THE PROBLEM: Return, exactly as written, every line from the first line of the data below through the line that contains "points), else from".

RECORDS SHOWN:
'''

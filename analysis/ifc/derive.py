"""Route 2 of the IFC reader: an analytical frame derived from physical elements only.

`derive_frame` turns the ``IfcBeam``, ``IfcColumn`` and ``IfcMember``
elements of a file (with their standard-case subtypes and their type objects)
into a `Frame`, for files that carry no structural analysis model.

What is derived, and by which rule (each rule is also reported in the notes)
-----------------------------------------------------------------------------
Axis
    From the element's ``Axis`` representation (an ``IfcPolyline``,
    ``IfcIndexedPolyCurve`` or a trimmed ``IfcLine``: its first and last
    points), else from its ``Body``: the first ``IfcExtrudedAreaSolid`` found
    (through ``IfcMappedItem`` and the first operand of boolean results),
    along its ``ExtrudedDirection`` in its ``Position``, ``Depth`` long.
    Both go to world coordinates through the placement chain
    (`analysis.ifc.placement`).
Centroid line
    The analytical axis is the line of the profile's centroid. The body is
    already placed around the axis by the profile usage's ``CardinalPoint``,
    so a line read from the body runs through the extruded profile's
    centroid. The ``Axis`` curve runs through the cardinal point, so it is
    shifted by (centroid - cardinal point) in the profile plane. Cardinal
    points (IFC ``IfcCardinalPointReference``): 1-9 the corners, edge
    mid-points and centre of the profile's bounding box (bottom/mid/top
    along the profile y axis; "left" is the profile's +x side, as the
    profile is seen looking along the extrusion), 10 the centroid, 11-14
    bounding-box edges in line with the centroid, 15-19 the shear centre
    (taken at the centroid, with a note, for profiles that are not doubly
    symmetric).
Local axes
    Member x from the axis start to its end; member local z along the
    profile's y axis (profile x, y = local y, z of the analytical member, so
    a physical beam extruded along its local z has analytical x, y, z =
    element z, x, y); ``Frame.ref`` holds that direction. A profile with a
    product of inertia (L, Z shapes) is turned to its principal axes with
    ``Frame.roll``.
Nodes
    End points closer than ``merge_tolerance`` merge into one node (placed
    at a column end where one takes part, so column lines stay straight).
    A member is split where another member's end lands on its span
    (perpendicular distance within the tolerance). An end that touches
    nothing but lies within half the section size (plus the tolerance) of
    another member's node or centre line is snapped to that node (or to a
    new node on that centre line) and keeps its true position through a
    rigid offset (``Frame.offsets``); each such end is reported.
Supports
    Every node at the support level (``support_level`` in m; default the
    lowest column bottom) and every column bottom standing on an
    ``IfcFooting`` (connected by ``IfcRelConnectsElements``, or within the
    tolerance of the footing's top face) gets a support, 'fixed' unless
    ``defaults.support == 'pinned'``.
End releases
    The file's declared connections come first:
    ``IfcRelConnectsWithRealizingElements.ConnectionType`` labels meaning a
    pin ("pin", "hinge", "simple", "shear", "flexible") or a rigid joint
    ("rigid", "fixed", "moment", "welded", "continuous") set the end of the
    related element (or the relating one, whichever ends there). Otherwise
    the documented defaults: beam to column rigid (``defaults.beam_column``
    'rigid' | 'pinned'); a beam end framing into another beam's span with
    no column there pinned, My and Mz released (``defaults.secondary_beams``
    'pinned' | 'rigid'); every ``IfcMember`` a pin-ended axial bar, truss
    (``defaults.members`` 'truss' | 'frame').
Sections and materials
    Through `analysis.ifc.materials` and `analysis.ifc.sections` (a body's
    swept profile when the element has no profile usage), converted with
    `analysis.units`.
Loads
    Load case "Self-weight" (acceleration (0, 0, -1) g) when the materials
    have a density. Area loads only from the user's table ``area_loads``:
    rows (storey name or elevation in m, load case name, pressure in Pa,
    acting downwards) spread over the horizontal ``IfcBeam`` segments of
    that floor (centre line within half the section depth plus the
    tolerance of the level) as one-way slabs: the slab spans between the
    beams of the direction whose beams lie closer together, and each of
    those beams carries the strip halfway to its nearest overlapping
    parallel neighbour on either side (an edge beam only the inner half).
    No load value and no combination is invented; structural load groups
    in a file without an analysis model are ignored with a note.
Ids
    Member ids are the element ``Name`` when it is unique among the
    elements read, else the ``GlobalId``; split members get "<id>/1",
    "<id>/2", ...; ``member_sources`` hold GlobalIds and ``member_labels``
    the entity labels. Nodes are "N1", "N2", ... sorted by z, then y, then x.
"""
from __future__ import annotations

import logging
import math
from collections import Counter, defaultdict
from collections.abc import Hashable, Iterable, Mapping, Sequence
from dataclasses import dataclass, field, replace
from typing import Any

import numpy as np
import numpy.typing as npt

from ..errors import Diagnostic, IfcInputError, entity_label
from ..model import Frame, LineLoad, LoadCase
from .placement import PlacementCache, axis_placement_matrix, transformation_operator_matrix

__all__ = ["derive_frame", "ELEMENT_TYPES", "CONNECTION_WORDS"]

logger = logging.getLogger(__name__)

FloatArray = npt.NDArray[np.float64]

#: IFC classes read as linear structural elements (subtypes included).
ELEMENT_TYPES = ("IfcColumn", "IfcBeam", "IfcMember")
_KIND = {"IfcColumn": "column", "IfcBeam": "beam", "IfcMember": "member"}
_PRIORITY = {"column": 0, "beam": 1, "member": 2}

#: words in a declared connection type and the fixity they mean (checked in this order).
CONNECTION_WORDS = (
    ("semi", None),
    ("pin", "pinned"), ("hinge", "pinned"), ("simple", "pinned"), ("shear", "pinned"),
    ("flexible", "pinned"), ("articulated", "pinned"),
    ("rigid", "rigid"), ("fixed", "rigid"), ("moment", "rigid"), ("welded", "rigid"), ("continuous", "rigid"),
)

_LIST_LIMIT = 40  # names listed in one note before "and N more"


# --------------------------------------------------------------------------- options
def _option(defaults: Any, name: str, fallback: Any, allowed: Sequence[str] | None = None) -> Any:
    if defaults is None:
        value = None
    elif isinstance(defaults, Mapping):
        value = defaults.get(name)
    else:
        value = getattr(defaults, name, None)
    if value is None:
        return fallback
    if allowed is not None and value not in allowed:
        raise ValueError(f"defaults.{name} = {value!r} is not one of {', '.join(allowed)}")
    return value


class _MaterialDefaults:
    """Adapter giving element_material attribute access to dict-like defaults."""

    def __init__(self, defaults: Any) -> None:
        self._d = defaults

    def __getattr__(self, name: str) -> Any:
        return _option(self._d, name, None)


def _names(items: Sequence[str]) -> str:
    items = list(items)
    if len(items) <= _LIST_LIMIT:
        return ", ".join(items)
    return ", ".join(items[:_LIST_LIMIT]) + f" and {len(items) - _LIST_LIMIT} more"


# --------------------------------------------------------------------------- geometry reading
@dataclass(slots=True)
class _Element:
    entity: Any
    eid: int
    cls: str
    kind: str
    name: str
    gid: str
    label: str
    placement: Any
    p0: FloatArray | None = None  # local centroid-line ends (file units), after cardinal shift
    p1: FloatArray | None = None
    yaxis: FloatArray | None = None  # local profile y direction (None: default orientation)
    source: str = ""
    profile: Any = None
    cardinal: int | None = None
    usage: Any = None
    body_profile: Any = None
    axis_raw: tuple | None = None  # (p0, p1, plane (3,3) or None) from 'Axis'
    body: tuple | None = None  # (M (4,4) local, depth vector, profile)
    note: str = ""


def _floats(values: Iterable[float]) -> npt.NDArray[np.float64]:
    return np.fromiter(values, dtype=np.float64)


def _curve_end_points(curve) -> tuple[np.ndarray, np.ndarray] | None:
    """First and last point of an axis curve (file units, representation coordinates)."""
    kind = curve.is_a()
    if kind == "IfcPolyline":
        pts = curve.get_argument(0)
        if len(pts) < 2:
            return None
        a, b = pts[0].get_argument(0), pts[-1].get_argument(0)
    elif kind == "IfcIndexedPolyCurve":
        coords = curve.get_argument(0).get_argument(0)
        segments = curve.get_argument(1)
        if segments:
            first = segments[0].wrappedValue if hasattr(segments[0], "wrappedValue") else segments[0][0]
            last = segments[-1].wrappedValue if hasattr(segments[-1], "wrappedValue") else segments[-1][0]
            a, b = coords[first[0] - 1], coords[last[-1] - 1]
        else:
            if len(coords) < 2:
                return None
            a, b = coords[0], coords[-1]
    elif kind == "IfcTrimmedCurve" and curve.BasisCurve.is_a("IfcLine"):
        line = curve.BasisCurve
        origin = np.array(line.Pnt.Coordinates, dtype=float)
        vec = line.Dir
        d = np.array(vec.Orientation.DirectionRatios, dtype=float)
        d = d / np.linalg.norm(d) * float(vec.Magnitude)
        ends = []
        for trims in (curve.Trim1, curve.Trim2):
            point = next((t for t in trims if hasattr(t, "is_a") and t.is_a("IfcCartesianPoint")), None)
            if point is not None:
                ends.append(np.array(point.Coordinates, dtype=float))
            else:
                trim = next((t for t in trims if not hasattr(t, "is_a") or not t.is_a("IfcCartesianPoint")), None)
                value: Any = getattr(trim, "wrappedValue", trim)  # an IfcParameterValue
                par = float(value)
                ends.append(origin + par * d)
        a, b = ends
        if not curve.SenseAgreement:
            a, b = b, a
    elif kind == "IfcCompositeCurve" and curve.Segments:
        first = _curve_end_points(curve.Segments[0].ParentCurve)
        last = _curve_end_points(curve.Segments[-1].ParentCurve)
        if first is None or last is None:
            return None
        return first[0], last[1]
    else:
        return None
    a = np.array(tuple(a) + (0.0,) * (3 - len(a)), dtype=float)
    b = np.array(tuple(b) + (0.0,) * (3 - len(b)), dtype=float)
    return a, b


def _first_extrusion(item, M: np.ndarray, notes: list[str]):
    """(item-to-element matrix, extrusion) of the first extruded solid inside ``item``, or None."""
    kind = item.is_a()
    if kind in ("IfcExtrudedAreaSolid", "IfcExtrudedAreaSolidTapered"):
        return M, item
    if kind == "IfcMappedItem":
        source, target = item.get_argument(0), item.get_argument(1)
        origin = axis_placement_matrix(source.get_argument(0))
        Mt = M @ transformation_operator_matrix(target) @ origin
        notes.append("mapped representation")
        for sub in source.get_argument(1).get_argument(3):
            found = _first_extrusion(sub, Mt, notes)
            if found is not None:
                return found
        return None
    if kind in ("IfcBooleanClippingResult", "IfcBooleanResult"):
        notes.append(f"first operand of {kind}")
        first = item.get_argument(1)
        return _first_extrusion(first, M, notes) if hasattr(first, "is_a") else None
    return None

'''

EXERCISE ANSWER:
filename analysis/ifc/derive.py
"""Route 2 of the IFC reader: an analytical frame derived from physical elements only.

`derive_frame` turns the ``IfcBeam``, ``IfcColumn`` and ``IfcMember``
elements of a file (with their standard-case subtypes and their type objects)
into a `Frame`, for files that carry no structural analysis model.

What is derived, and by which rule (each rule is also reported in the notes)
-----------------------------------------------------------------------------
Axis
    From the element's ``Axis`` representation (an ``IfcPolyline``,
    ``IfcIndexedPolyCurve`` or a trimmed ``IfcLine``: its first and last
    points), else from its ``Body``: the first ``IfcExtrudedAreaSolid`` found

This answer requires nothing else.